OGD: Commerce repackages old data and offers broken links

by

To comply with the Open Government Directive, the Commerce Department released four high value datasets that require considerable technical sophistication on the part of users–and patience. Some of the files are so large and cumbersome they’re very difficult to open and use;  others require a great deal of explanation–and you can currently only find those explanations by digging through the agency’s site. Still other entries feature broken links or only contain a fraction of the information described on Data.gov. The Commerce Department says they’re working on all of these problems, so hopefully we’ll see an improvement in the coming days.

Consider the broadband applications database. The Recovery Act provided $7.2 billion in grants and loans to extend broadband Internet access to underserved communities. The Commerce Department has released a spreadsheet of the applications they have received for those funds, including the names of the organizations, contact information and amounts requested. This is potentially useful information; one can easily see, for example, that a few states submitted a large portion of the applications–the top six submitted as many applications as the bottom forty. 

However, the spreadsheet was already out of date when it was posted on Data.gov. The Commerce Department awarded four large grants before Jan. 21, 2010, the deadline for releasing high value datasets, but were not included in the spreadsheet. Furthermore, the data isn’t new–it was released on September 9–although it is much more user-friendly in its current form to reporters who want to analyze the bulk data (previously, it was posted as a PDF). 

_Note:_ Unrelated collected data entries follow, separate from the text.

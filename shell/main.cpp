// tallyproof: command-line front end. Parses arguments, reads pasted text from a file or
// stdin, and prints what core/ returns (plain text, or JSON with --json).
#include <cstdio>
#include <cstdlib>
#include <cstring>
#include <fstream>
#include <iostream>
#include <iterator>
#include <sstream>
#include <string>

#include "goodness_of_fit.hpp"
#include "paste_parser.hpp"
#include "report.hpp"
#include "tallyproof_version.hpp"

namespace {

const char* kUsage =
    "usage: tallyproof [options] [FILE]\n"
    "Chi-square goodness-of-fit test of counts read from FILE (or standard input):\n"
    "lines of label<TAB>count as copied from a spreadsheet, or one count per line.\n"
    "\n"
    "options:\n"
    "  --json        print the result document as JSON\n"
    "  --alpha A     significance level of the decision (default 0.05)\n"
    "  --version     print the version and exit\n"
    "  --help        print this help and exit\n"
    "\n"
    "exit status: 0 analysed, 1 input refused, 2 usage error\n";

int usage_error(const std::string& msg) {
    std::fprintf(stderr, "tallyproof: %s\n%s", msg.c_str(), kUsage);
    return 2;
}

}  // namespace

int main(int argc, char** argv) {
    bool json = false;
    double alpha = 0.05;
    std::string path;
    for (int i = 1; i < argc; ++i) {
        const std::string arg = argv[i];
        if (arg == "--json") json = true;
        else if (arg == "--version") { std::printf("tallyproof %s\n", TALLYPROOF_VERSION); return 0; }
        else if (arg == "--help" || arg == "-h") { std::fputs(kUsage, stdout); return 0; }
        else if (arg == "--alpha") {
            if (i + 1 >= argc) return usage_error("--alpha needs a value");
            char* end = nullptr;
            alpha = std::strtod(argv[++i], &end);
            if (*end != '\0' || !(alpha > 0 && alpha < 1)) return usage_error("--alpha must be a number between 0 and 1");
        } else if (arg.size() > 1 && arg[0] == '-') return usage_error("unknown option " + arg);
        else if (path.empty()) path = arg;
        else return usage_error("only one input file can be given");
    }

    std::string text;
    if (path.empty() || path == "-") {
        text.assign(std::istreambuf_iterator<char>(std::cin), std::istreambuf_iterator<char>());
    } else {
        std::ifstream in(path, std::ios::binary);
        if (!in) return usage_error("cannot read " + path);
        std::ostringstream ss;
        ss << in.rdbuf();
        text = ss.str();
    }

    const tallyproof::ParsedCounts parsed = tallyproof::parse_counts(text);
    tallyproof::Analysis analysis;
    analysis.alpha = alpha;
    tallyproof::Result result;
    if (!parsed.status.ok) {
        result.status = parsed.status;
    } else {
        analysis.categories = parsed.categories;
        analysis.observed = parsed.observed;
        result = tallyproof::analyse(analysis);
    }
    if (json) std::printf("%s\n", tallyproof::report_json(analysis, result).c_str());
    else if (result.status.ok) std::fputs(tallyproof::report_text(analysis, result).c_str(), stdout);
    else std::fprintf(stderr, "tallyproof: %s\n", result.status.message.c_str());
    return result.status.ok ? 0 : 1;
}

What’s more, the data has been searchable and up-to-date on the National Telecommunication and Information Administration Web site (here) since last fall.While its helpful to researchers to have it in Excel form, it’s not exactly new.

Another potentially useful database put out by Commerce is the National Technological Information Service database. The dataset lists the titles, categories, and sponsoring agencies of government-funded R&D studies, and includes links that allow you to buy a copy of each report.  Unfortunately, the description on data.gov is currently inaccurate; it says that the data is available electronically from 1964.  The attached XML file only goes back to 2005, and for anything earlier than that, parts of it are only available through third-party paid services. 

It would also be nice to have a clearer description of what some of the codes mean in the document.  What’s a category code 97P 97R 57K 57B?  And the file is so large it required a programmer here at Sunlight to convert it into a form that a commonly-used program like Excel could handle–after crashing browsers on several computers all morning.

The third dataset available is a list of fees paid by holders of U.S. patents. Previously, you had to get a data expert to “scrape” the U.S. Patent Office site if you wanted to get your hands on this data–and it was popular enough that the Patent Office ended up putting out requests for users to stop doing this, because it was using up too much of their bandwidth. It’s promising that this is now available to download — but most of the links to the data on data.gov were broken for the better part of a week, so users had to dig around on the Patent Office site to find out what the columns of numbers and letters mean. And that was no easy task. (We made sure to let them know the links weren’t working.)

Finally, the Commerce Department is offering a map of precipitation data gathered by volunteers around the country, in a format ready to import into Google Maps and Google Earth. Maps of this data were available online previously, and a member of the data collection team tells me that they’ve offered a data export function all along — and that he believes some agencies had already imported them into Google Earth.

So it looks like all Commerce has done is eliminate a couple of steps and put it up on data.gov. Handy, but not exactly a brand new revelation.